You have to remember the Valencia to Zaragozza road has been seriously upgraded, is motorway standard, very quiet and free.

In February we left Benidorm at 10.30am, got caught up with with some roadworks near Calpe on the coast road and didn't get to Valencia until noon. On the journey we made two long stops, one about an hour, the other in the evening for a meal and a nap for about 90 minutes. I then drove all the way to the Aire in Biarritz (S.France) and was there for about 11.00pm.

So doing the sums I think I can confirm that the San Sebastian to Valencia part of the journey would have been be about 8 hours for me. 

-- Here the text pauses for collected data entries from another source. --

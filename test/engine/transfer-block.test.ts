/**
 * The transfer functions for a block of frequencies at once (TransferBlock) against the
 * one-frequency evaluator (TransferEvaluator), bit for bit: every H and h entry compared by its
 * bytes, on every example's model and on random sparse models (fixed seeds) whose pivots change
 * with the frequency, over several blocks and a partial last one, with one and two outputs; and
 * the same error at an undamped mode. Reference: the one-frequency path itself (common practice,
 * no outside source: the claim under test is identity with it).
 */
import { readdirSync, readFileSync } from "node:fs";
import { join } from "node:path";
import fc from "fast-check";
import { describe, expect, it } from "vitest";
import { noiseBudget } from "../../src/engine/budget";
import { TransferBlock } from "../../src/engine/transfer-block";
import { TransferEvaluator } from "../../src/engine/transfer";
import type { StateSpaceModel } from "../../src/network/model";
import { prepare } from "../../src/prepare";

const EXAMPLES = join(__dirname, "..", "..", "examples");
const examples = readdirSync(EXAMPLES).filter((f) => f.endsWith(".json"));

/** The bytes of a double, so that −0 and +0 (and NaN payloads) count as different. */
function hex(x: number): string {
  return Buffer.from(new Float64Array([x]).buffer).toString("hex");
}

/** Evaluates `omegas` both ways (block size `size`) and returns the first entry whose bits differ, or undefined. */
function firstDifference(model: StateSpaceModel, rows: readonly number[], omegas: Float64Array, size: number): string | undefined {
  const one = new TransferEvaluator(model, rows);
  const block = new TransferBlock(model, rows, size);
  const m = model.nInputs;
  const p = rows.length;
  for (let from = 0; from < omegas.length; from += size) {
    const count = Math.min(size, omegas.length - from);
    block.solve(omegas, from, count);
    for (let f = 0; f < count; f++) {
      one.at(omegas[from + f]);
      for (let i = 0; i < p * m; i++) {
        if (hex(one.hRe[i]) !== hex(block.hRe[i * size + f]) || hex(one.hIm[i]) !== hex(block.hIm[i * size + f])) return `H[${i}] at Ω = ${omegas[from + f]}`;
      }
      for (let k = 0; k < p; k++) {
        if (hex(one.sRe[k]) !== hex(block.sRe[k * size + f]) || hex(one.sIm[k]) !== hex(block.sIm[k * size + f])) return `h[${k}] at Ω = ${omegas[from + f]}`;
      }
    }
  }
  return undefined;
}

function logOmegas(from: number, to: number, points: number): Float64Array {
  return Float64Array.from({ length: points }, (_, i) => 2 * Math.PI * from * (to / from) ** (i / (points - 1)));
}

/** A model of n states and m inputs with the given entries (the fields TransferEvaluator reads). */
function model(n: number, m: number, outputs: number, entries: { A: number[]; B: number[]; C: number[]; D: number[]; sB: number[]; sD: number[] }): StateSpaceModel {
  return {
    nStates: n,
    nInputs: m,
    nOutputs: outputs,
    A: Float64Array.from(entries.A),
    B: Float64Array.from(entries.B),
    C: Float64Array.from(entries.C),
    D: Float64Array.from(entries.D),
    N: new Float64Array(m * m),
    signalB: Float64Array.from(entries.sB),
    signalD: Float64Array.from(entries.sD),
    modes: [],
    inputs: [],
    groups: [],
    outputs: [],
  };
}

/** Entries of which about half are exactly 0 (as in assembled models), the rest of either sign over several decades. */
const sparse = (length: number) =>
  fc.array(
    fc.oneof(
      fc.constant(0),
      fc.double({ min: -1e3, max: 1e3, noNaN: true, noDefaultInfinity: true }).filter((x) => Math.abs(x) > 1e-3),
    ),
    { minLength: length, maxLength: length },
  );

describe("TransferBlock gives TransferEvaluator's bits", () => {
  it.each(examples)("%s: every frequency of its grid, blocks of 64 and of 7", (file) => {
    const prepared = prepare(readFileSync(join(EXAMPLES, file), "utf8"));
    const { model: m, readoutRows } = prepared.assembled;
    const grid = prepared.setup.grid ?? { from: 1, to: 1e5 };
    const omegas = logOmegas(grid.from, grid.to, 300);
    expect(firstDifference(m, readoutRows, omegas, 64)).toBeUndefined();
    expect(firstDifference(m, readoutRows, omegas, 7)).toBeUndefined();
  });

  it("random sparse models of 1 … 6 states, one and two outputs, frequencies across the poles", () => {
    fc.assert(
      fc.property(
        fc.integer({ min: 1, max: 6 }).chain((n) =>
          fc.record({
            n: fc.constant(n),
            A: sparse(n * n),
            B: sparse(n * 3),
            C: sparse(2 * n),
            D: sparse(2 * 3),
            sB: sparse(n),
            sD: sparse(2),
            outputs: fc.constantFrom([0], [1], [0, 1], [1, 0]),
          }),
        ),
        (r) => {
          const mdl = model(r.n, 3, 2, r);
          const omegas = logOmegas(1e-3, 1e4, 150);
          let expected: string | undefined;
          try {
            for (const w of omegas) new TransferEvaluator(mdl, r.outputs).at(w);
          } catch (e) {
            // A random model singular on the grid: both ways must refuse it alike.
            expected = (e as Error).message;
          }
          if (expected !== undefined) {
            expect(() => firstDifference(mdl, r.outputs, omegas, 16)).toThrow(expected);
            return;
          }
          expect(firstDifference(mdl, r.outputs, omegas, 16)).toBeUndefined();
        },
      ),
      { seed: 12, numRuns: 300 },
    );
  });

  it("random sparse models of four states read by one output (the written-out kernel), frequencies across the poles", () => {
    fc.assert(
      fc.property(fc.record({ A: sparse(16), B: sparse(12), C: sparse(8), D: sparse(6), sB: sparse(4), sD: sparse(2), output: fc.constantFrom(0, 1) }), (r) => {
        const mdl = model(4, 3, 2, r);
        const omegas = logOmegas(1e-3, 1e4, 130);
        let expected: string | undefined;
        try {
          for (const w of omegas) new TransferEvaluator(mdl, [r.output]).at(w);
        } catch (e) {
          // A random model singular on the grid: both ways must refuse it alike.
          expected = (e as Error).message;
        }
        if (expected !== undefined) {
          expect(() => firstDifference(mdl, [r.output], omegas, 64)).toThrow(expected);
          return;
        }
        expect(firstDifference(mdl, [r.output], omegas, 64)).toBeUndefined();
      }),
      { seed: 44, numRuns: 400 },
    );
  });

  it("an undamped mode exactly on a frequency of the block: the same error at the same frequency", () => {
    // Two modes: one undamped at Ω₀ = 3 rad/s, one damped; 4 states, so the LU path.
    const w0 = 3;
    const mdl = model(4, 1, 1, {
      A: [0, w0, 0, 0, -w0, 0, 0, 0, 0, 0, -0.1, 2, 0, 0, -2, -0.1],
      B: [1, 0, 0, 1],
      C: [1, 0, 1, 0],
      D: [0],
      sB: [0, 1, 0, 0],
      sD: [0],
    });
    const omegas = Float64Array.from([1, 2, w0, 4]);
    const one = new TransferEvaluator(mdl, [0]);
    let expected = "";
    try {
      for (const w of omegas) one.at(w);
    } catch (e) {
      expected = (e as Error).message;
    }
    expect(expected).toMatch(/undamped mode exactly at/);
    expect(() => new TransferBlock(mdl, [0], 4).solve(omegas, 0, 4)).toThrow(expected);
  });
});

describe("a budget of a few frequencies (one at a time) and of many (in blocks) give the same bits at each frequency", () => {
  it.each(examples)("%s: each of 9 frequencies alone against the same frequencies inside a 200-point grid", (file) => {
    const { assembled, setup } = prepare(readFileSync(join(EXAMPLES, file), "utf8"));
    const range = setup.grid ?? { from: 1, to: 1e5 };
    const grid = Float64Array.from(logOmegas(range.from, range.to, 200), (w) => w / (2 * Math.PI));
    const many = noiseBudget(assembled, grid);
    for (const k of [0, 1, 15, 16, 63, 64, 100, 128, 199]) {
      const one = noiseBudget(assembled, grid.slice(k, k + 1));
      expect(hex(one.total[0]), `total at point ${k}`).toBe(hex(many.total[k]));
      for (const term of one.terms) {
        const same = many.terms.find((t) => t.id === term.id);
        expect(same, `term ${term.id}`).toBeDefined();
        expect(hex(term.psd[0]), `${term.id} at point ${k}`).toBe(hex(same!.psd[k]));
      }
    }
  });
});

I think that most of you who do this trip would agree that you have got to enjoy driving the motorhome and be prepared to do longish stints at the wheel!


----------



## Briarose (Oct 9, 2007)

Going down to Portugal we averaged a five hour drive most days, some a little longer............it doesn't seem as bad doing a stint over there like it does here in the UK.


----------



## billym (Dec 17, 2005)

Ah I see .

San Sebastian to Valencia in 8 hours , that sounds more like it !


----------



## teensvan (May 9, 2005)

Hi.

Yes Benidorm is great for the winter. We shall be there from the 1st Oct.

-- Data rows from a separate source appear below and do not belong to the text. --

import { builtinModules } from "node:module";
import { join } from "node:path";
import { build, type Plugin } from "esbuild";
import { describe, expect, it } from "vitest";

/**
 * The package's main entry must bundle for a browser: the browser runtime and any user's
 * page bundle it. Node's built-in modules (esbuild's list for platform "node" is Node's own
 * `module.builtinModules`) are refused and reported with the file that imports them.
 */
const ROOT = join(__dirname, "..", "..");
const BUILTINS = new Set(builtinModules.flatMap((m) => [m, `node:${m}`]));

async function nodeImportsOf(entry: string): Promise<string[]> {
  const found: string[] = [];
  const refuseNode: Plugin = {
    name: "refuse-node",
    setup(b) {
      b.onResolve({ filter: /.*/ }, (args) => {
        if (!BUILTINS.has(args.path) && !args.path.startsWith("node:")) return undefined;
        found.push(`${args.importer.slice(ROOT.length + 1)} imports ${args.path}`);
        return { path: args.path, external: true };
      });
    },
  };
  await build({ entryPoints: [join(ROOT, entry)], bundle: true, write: false, platform: "browser", format: "esm", logLevel: "silent", plugins: [refuseNode] });
  return found;
}

describe("the browser-safe main entry", () => {
  it("src/index.ts bundles for a browser without any Node import", async () => {
    expect(await nodeImportsOf("src/index.ts")).toEqual([]);
  });

  it("the check is live: the Node entry is reported with the importing file", async () => {
    const found = await nodeImportsOf("src/node.ts");
    expect(found).toContain("src/threads/pool.ts imports node:worker_threads");
    expect(found).toContain("src/setup/load-file.ts imports node:fs");
  });
});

You cannot book any site and you do have to take pot luck as to which site you get on. Villasol is the closest to town with good pools restaurant supermarket all on site. Once you have stayed long term on some of these sites you can book a pitch for the following winter starting on 1st Oct, but you must be there on the day or loose the pitch.

steve & ann. -------------- teensvan.


----------